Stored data

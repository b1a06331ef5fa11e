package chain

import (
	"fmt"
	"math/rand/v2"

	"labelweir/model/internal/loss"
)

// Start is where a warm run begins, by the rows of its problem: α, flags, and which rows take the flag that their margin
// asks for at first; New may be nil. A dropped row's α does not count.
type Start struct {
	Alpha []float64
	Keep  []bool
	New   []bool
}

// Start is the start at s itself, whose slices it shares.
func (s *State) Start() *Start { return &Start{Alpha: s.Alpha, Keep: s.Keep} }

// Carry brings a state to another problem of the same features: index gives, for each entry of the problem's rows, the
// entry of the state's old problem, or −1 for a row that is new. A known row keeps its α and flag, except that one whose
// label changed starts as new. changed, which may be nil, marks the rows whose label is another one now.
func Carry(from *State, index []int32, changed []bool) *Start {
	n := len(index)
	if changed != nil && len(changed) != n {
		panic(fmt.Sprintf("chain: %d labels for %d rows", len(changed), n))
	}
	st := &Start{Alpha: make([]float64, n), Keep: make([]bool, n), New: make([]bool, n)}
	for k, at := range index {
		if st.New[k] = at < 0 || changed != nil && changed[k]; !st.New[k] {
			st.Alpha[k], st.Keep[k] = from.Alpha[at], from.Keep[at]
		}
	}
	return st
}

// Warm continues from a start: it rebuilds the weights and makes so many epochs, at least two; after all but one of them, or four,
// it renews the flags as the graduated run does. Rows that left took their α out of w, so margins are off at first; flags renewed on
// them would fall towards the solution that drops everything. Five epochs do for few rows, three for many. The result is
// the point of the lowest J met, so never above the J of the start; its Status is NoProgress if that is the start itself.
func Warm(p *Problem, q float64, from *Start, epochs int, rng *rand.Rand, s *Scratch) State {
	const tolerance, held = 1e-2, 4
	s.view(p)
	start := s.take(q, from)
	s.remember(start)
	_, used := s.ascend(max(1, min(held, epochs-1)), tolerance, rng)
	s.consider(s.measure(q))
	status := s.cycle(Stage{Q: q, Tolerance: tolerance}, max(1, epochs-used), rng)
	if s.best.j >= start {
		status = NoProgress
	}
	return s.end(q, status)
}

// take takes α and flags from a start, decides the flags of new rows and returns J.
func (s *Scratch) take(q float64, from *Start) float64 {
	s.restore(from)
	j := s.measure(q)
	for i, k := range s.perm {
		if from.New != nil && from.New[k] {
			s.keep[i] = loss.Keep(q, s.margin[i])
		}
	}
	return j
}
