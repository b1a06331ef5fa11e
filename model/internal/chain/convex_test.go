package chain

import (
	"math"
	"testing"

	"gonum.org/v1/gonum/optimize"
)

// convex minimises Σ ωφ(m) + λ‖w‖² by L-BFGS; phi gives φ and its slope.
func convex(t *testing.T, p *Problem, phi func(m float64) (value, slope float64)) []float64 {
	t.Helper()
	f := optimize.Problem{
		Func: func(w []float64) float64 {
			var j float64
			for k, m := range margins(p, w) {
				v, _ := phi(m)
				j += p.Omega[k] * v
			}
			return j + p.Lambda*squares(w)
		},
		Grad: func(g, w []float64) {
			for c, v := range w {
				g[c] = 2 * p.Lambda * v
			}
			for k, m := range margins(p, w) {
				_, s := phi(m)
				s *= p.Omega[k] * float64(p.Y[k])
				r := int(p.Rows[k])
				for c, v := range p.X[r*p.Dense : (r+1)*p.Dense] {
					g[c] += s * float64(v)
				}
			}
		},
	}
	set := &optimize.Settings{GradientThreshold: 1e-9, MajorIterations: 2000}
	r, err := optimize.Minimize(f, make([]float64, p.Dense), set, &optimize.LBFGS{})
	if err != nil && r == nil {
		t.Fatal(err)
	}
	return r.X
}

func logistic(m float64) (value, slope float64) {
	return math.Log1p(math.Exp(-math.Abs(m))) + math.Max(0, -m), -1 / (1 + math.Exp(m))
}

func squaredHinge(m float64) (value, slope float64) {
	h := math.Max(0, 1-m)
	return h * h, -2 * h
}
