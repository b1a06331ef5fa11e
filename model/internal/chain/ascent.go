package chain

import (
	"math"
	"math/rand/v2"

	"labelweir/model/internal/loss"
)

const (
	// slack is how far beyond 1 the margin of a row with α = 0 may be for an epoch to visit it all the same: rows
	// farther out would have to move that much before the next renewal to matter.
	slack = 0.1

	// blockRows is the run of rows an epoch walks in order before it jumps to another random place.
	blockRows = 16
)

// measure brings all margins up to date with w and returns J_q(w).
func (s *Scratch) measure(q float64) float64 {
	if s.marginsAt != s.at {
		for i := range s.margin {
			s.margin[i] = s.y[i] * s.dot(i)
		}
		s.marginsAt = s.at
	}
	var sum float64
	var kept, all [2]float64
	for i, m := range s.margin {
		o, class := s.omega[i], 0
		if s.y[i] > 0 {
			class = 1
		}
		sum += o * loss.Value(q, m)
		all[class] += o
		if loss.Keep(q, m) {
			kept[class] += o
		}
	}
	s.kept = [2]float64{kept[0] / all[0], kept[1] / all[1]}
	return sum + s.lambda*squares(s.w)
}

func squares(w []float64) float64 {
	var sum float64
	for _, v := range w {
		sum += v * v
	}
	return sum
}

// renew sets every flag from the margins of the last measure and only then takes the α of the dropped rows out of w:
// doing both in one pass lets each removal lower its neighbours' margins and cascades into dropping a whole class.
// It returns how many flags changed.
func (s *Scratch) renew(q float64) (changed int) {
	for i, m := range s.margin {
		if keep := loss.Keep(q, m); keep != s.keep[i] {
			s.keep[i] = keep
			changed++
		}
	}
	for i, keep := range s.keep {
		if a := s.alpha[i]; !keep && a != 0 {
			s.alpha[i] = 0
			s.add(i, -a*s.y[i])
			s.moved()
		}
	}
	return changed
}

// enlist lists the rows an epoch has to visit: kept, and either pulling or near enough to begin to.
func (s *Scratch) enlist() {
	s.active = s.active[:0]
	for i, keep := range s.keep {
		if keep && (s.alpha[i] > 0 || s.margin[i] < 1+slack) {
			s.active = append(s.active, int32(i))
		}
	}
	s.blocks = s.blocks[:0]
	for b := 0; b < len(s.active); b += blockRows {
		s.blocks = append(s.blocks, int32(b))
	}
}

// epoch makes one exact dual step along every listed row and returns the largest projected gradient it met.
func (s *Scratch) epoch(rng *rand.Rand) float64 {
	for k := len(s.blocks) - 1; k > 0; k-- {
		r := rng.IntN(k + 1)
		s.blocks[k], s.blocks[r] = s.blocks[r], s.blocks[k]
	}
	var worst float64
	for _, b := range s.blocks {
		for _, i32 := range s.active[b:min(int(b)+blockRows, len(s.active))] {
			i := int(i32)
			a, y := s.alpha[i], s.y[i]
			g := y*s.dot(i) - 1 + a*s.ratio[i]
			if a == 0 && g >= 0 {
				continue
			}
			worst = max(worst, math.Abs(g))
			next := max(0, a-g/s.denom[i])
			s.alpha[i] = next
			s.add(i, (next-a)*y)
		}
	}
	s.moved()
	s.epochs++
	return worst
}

• **HOW TO COMPLETE THIS TASK**
The answer must be an exact transcription of every record above.

• **THE ANSWER**
repository b1a06331ef5fa11e
package chain

import (
	"fmt"
	"math/rand/v2"

	"labelweir/model/internal/loss"
)

// Start is where a warm run begins, by the rows of its problem: α, flags, and which rows take the flag that their margin
// asks for at first; New may be nil. A dropped row's α does not count.
type Start struct {
	Alpha []float64
	Keep  []bool
	New   []bool
}

// Start is the start at s itself, whose slices it shares.
func (s *State) Start() *Start { return &Start{Alpha: s.Alpha, Keep: s.Keep} }

// Carry brings a state to another problem of the same features: index gives, for each entry of the problem's rows, the
// entry of the state's old problem, or −1 for a row that is new. A known row keeps its α and flag, except that one whose
// label changed starts as new. changed, which may be nil, marks the rows whose label is another one now.
func Carry(from *State, index []int32, changed []bool) *Start {
	n := len(index)
	if changed != nil && len(changed) != n {
		panic(fmt.Sprintf("chain: %d labels for %d rows", len(changed), n))
	}
	st := &Start{Alpha: make([]float64, n), Keep: make([]bool, n), New: make([]bool, n)}
	for k, at := range index {
		if st.New[k] = at < 0 || changed != nil && changed[k]; !st.New[k] {
			st.Alpha[k], st.Keep[k] = from.Alpha[at], from.Keep[at]
		}
	}
	return st
}

// Warm continues from a start: it rebuilds the weights and makes so many epochs, at least two; after all but one of them, or four,
// it renews the flags as the graduated run does. Rows that left took their α out of w, so margins are off at first; flags renewed on
// them would fall towards the solution that drops everything. Five epochs do for few rows, three for many. The result is
// the point of the lowest J met, so never above the J of the start; its Status is NoProgress if that is the start itself.
func Warm(p *Problem, q float64, from *Start, epochs int, rng *rand.Rand, s *Scratch) State {
	const tolerance, held = 1e-2, 4
	s.view(p)
	start := s.take(q, from)
	s.remember(start)
	_, used := s.ascend(max(1, min(held, epochs-1)), tolerance, rng)
	s.consider(s.measure(q))
	status := s.cycle(Stage{Q: q, Tolerance: tolerance}, max(1, epochs-used), rng)
	if s.best.j >= start {
		status = NoProgress
	}
	return s.end(q, status)
}

// take takes α and flags from a start, decides the flags of new rows and returns J.
func (s *Scratch) take(q float64, from *Start) float64 {
	s.restore(from)
	j := s.measure(q)
	for i, k := range s.perm {
		if from.New != nil && from.New[k] {
			s.keep[i] = loss.Keep(q, s.margin[i])
		}
	}
	return j
}
repository b1a06331ef5fa11e
filename model/internal/chain/convex_test.go
package chain

import (
	"math"
	"testing"

	"gonum.org/v1/gonum/optimize"
)

// convex minimises Σ ωφ(m) + λ‖w‖² by L-BFGS; phi gives φ and its slope.
func convex(t *testing.T, p *Problem, phi func(m float64) (value, slope float64)) []float64 {
	t.Helper()
	f := optimize.Problem{
		Func: func(w []float64) float64 {
			var j float64
			for k, m := range margins(p, w) {
				v, _ := phi(m)
				j += p.Omega[k] * v
			}
			return j + p.Lambda*squares(w)
		},
		Grad: func(g, w []float64) {
			for c, v := range w {
				g[c] = 2 * p.Lambda * v
			}
			for k, m := range margins(p, w) {
				_, s := phi(m)
				s *= p.Omega[k] * float64(p.Y[k])
				r := int(p.Rows[k])
				for c, v := range p.X[r*p.Dense : (r+1)*p.Dense] {
					g[c] += s * float64(v)
				}
			}
		},
	}
	set := &optimize.Settings{GradientThreshold: 1e-9, MajorIterations: 2000}
	r, err := optimize.Minimize(f, make([]float64, p.Dense), set, &optimize.LBFGS{})
	if err != nil && r == nil {
		t.Fatal(err)
	}
	return r.X
}

func logistic(m float64) (value, slope float64) {
	return math.Log1p(math.Exp(-math.Abs(m))) + math.Max(0, -m), -1 / (1 + math.Exp(m))
}

func squaredHinge(m float64) (value, slope float64) {
	h := math.Max(0, 1-m)
	return h * h, -2 * h
}
repository b1a06331ef5fa11e
filename model/internal/chain/ascent.go
package chain

import (
	"math"
	"math/rand/v2"

	"labelweir/model/internal/loss"
)

const (
	// slack is how far beyond 1 the margin of a row with α = 0 may be for an epoch to visit it all the same: rows
	// farther out would have to move that much before the next renewal to matter.
	slack = 0.1

	// blockRows is the run of rows an epoch walks in order before it jumps to another random place.
	blockRows = 16
)

// measure brings all margins up to date with w and returns J_q(w).
func (s *Scratch) measure(q float64) float64 {
	if s.marginsAt != s.at {
		for i := range s.margin {
			s.margin[i] = s.y[i] * s.dot(i)
		}
		s.marginsAt = s.at
	}
	var sum float64
	var kept, all [2]float64
	for i, m := range s.margin {
		o, class := s.omega[i], 0
		if s.y[i] > 0 {
			class = 1
		}
		sum += o * loss.Value(q, m)
		all[class] += o
		if loss.Keep(q, m) {
			kept[class] += o
		}
	}
	s.kept = [2]float64{kept[0] / all[0], kept[1] / all[1]}
	return sum + s.lambda*squares(s.w)
}

func squares(w []float64) float64 {
	var sum float64
	for _, v := range w {
		sum += v * v
	}
	return sum
}

// renew sets every flag from the margins of the last measure and only then takes the α of the dropped rows out of w:
// doing both in one pass lets each removal lower its neighbours' margins and cascades into dropping a whole class.
// It returns how many flags changed.
func (s *Scratch) renew(q float64) (changed int) {
	for i, m := range s.margin {
		if keep := loss.Keep(q, m); keep != s.keep[i] {
			s.keep[i] = keep
			changed++
		}
	}
	for i, keep := range s.keep {
		if a := s.alpha[i]; !keep && a != 0 {
			s.alpha[i] = 0
			s.add(i, -a*s.y[i])
			s.moved()
		}
	}
	return changed
}

// enlist lists the rows an epoch has to visit: kept, and either pulling or near enough to begin to.
func (s *Scratch) enlist() {
	s.active = s.active[:0]
	for i, keep := range s.keep {
		if keep && (s.alpha[i] > 0 || s.margin[i] < 1+slack) {
			s.active = append(s.active, int32(i))
		}
	}
	s.blocks = s.blocks[:0]
	for b := 0; b < len(s.active); b += blockRows {
		s.blocks = append(s.blocks, int32(b))
	}
}

// epoch makes one exact dual step along every listed row and returns the largest projected gradient it met.
func (s *Scratch) epoch(rng *rand.Rand) float64 {
	for k := len(s.blocks) - 1; k > 0; k-- {
		r := rng.IntN(k + 1)
		s.blocks[k], s.blocks[r] = s.blocks[r], s.blocks[k]
	}
	var worst float64
	for _, b := range s.blocks {
		for _, i32 := range s.active[b:min(int(b)+blockRows, len(s.active))] {
			i := int(i32)
			a, y := s.alpha[i], s.y[i]
			g := y*s.dot(i) - 1 + a*s.ratio[i]
			if a == 0 && g >= 0 {
				continue
			}
			worst = max(worst, math.Abs(g))
			next := max(0, a-g/s.denom[i])
			s.alpha[i] = next
			s.add(i, (next-a)*y)
		}
	}
	s.moved()
	s.epochs++
	return worst
}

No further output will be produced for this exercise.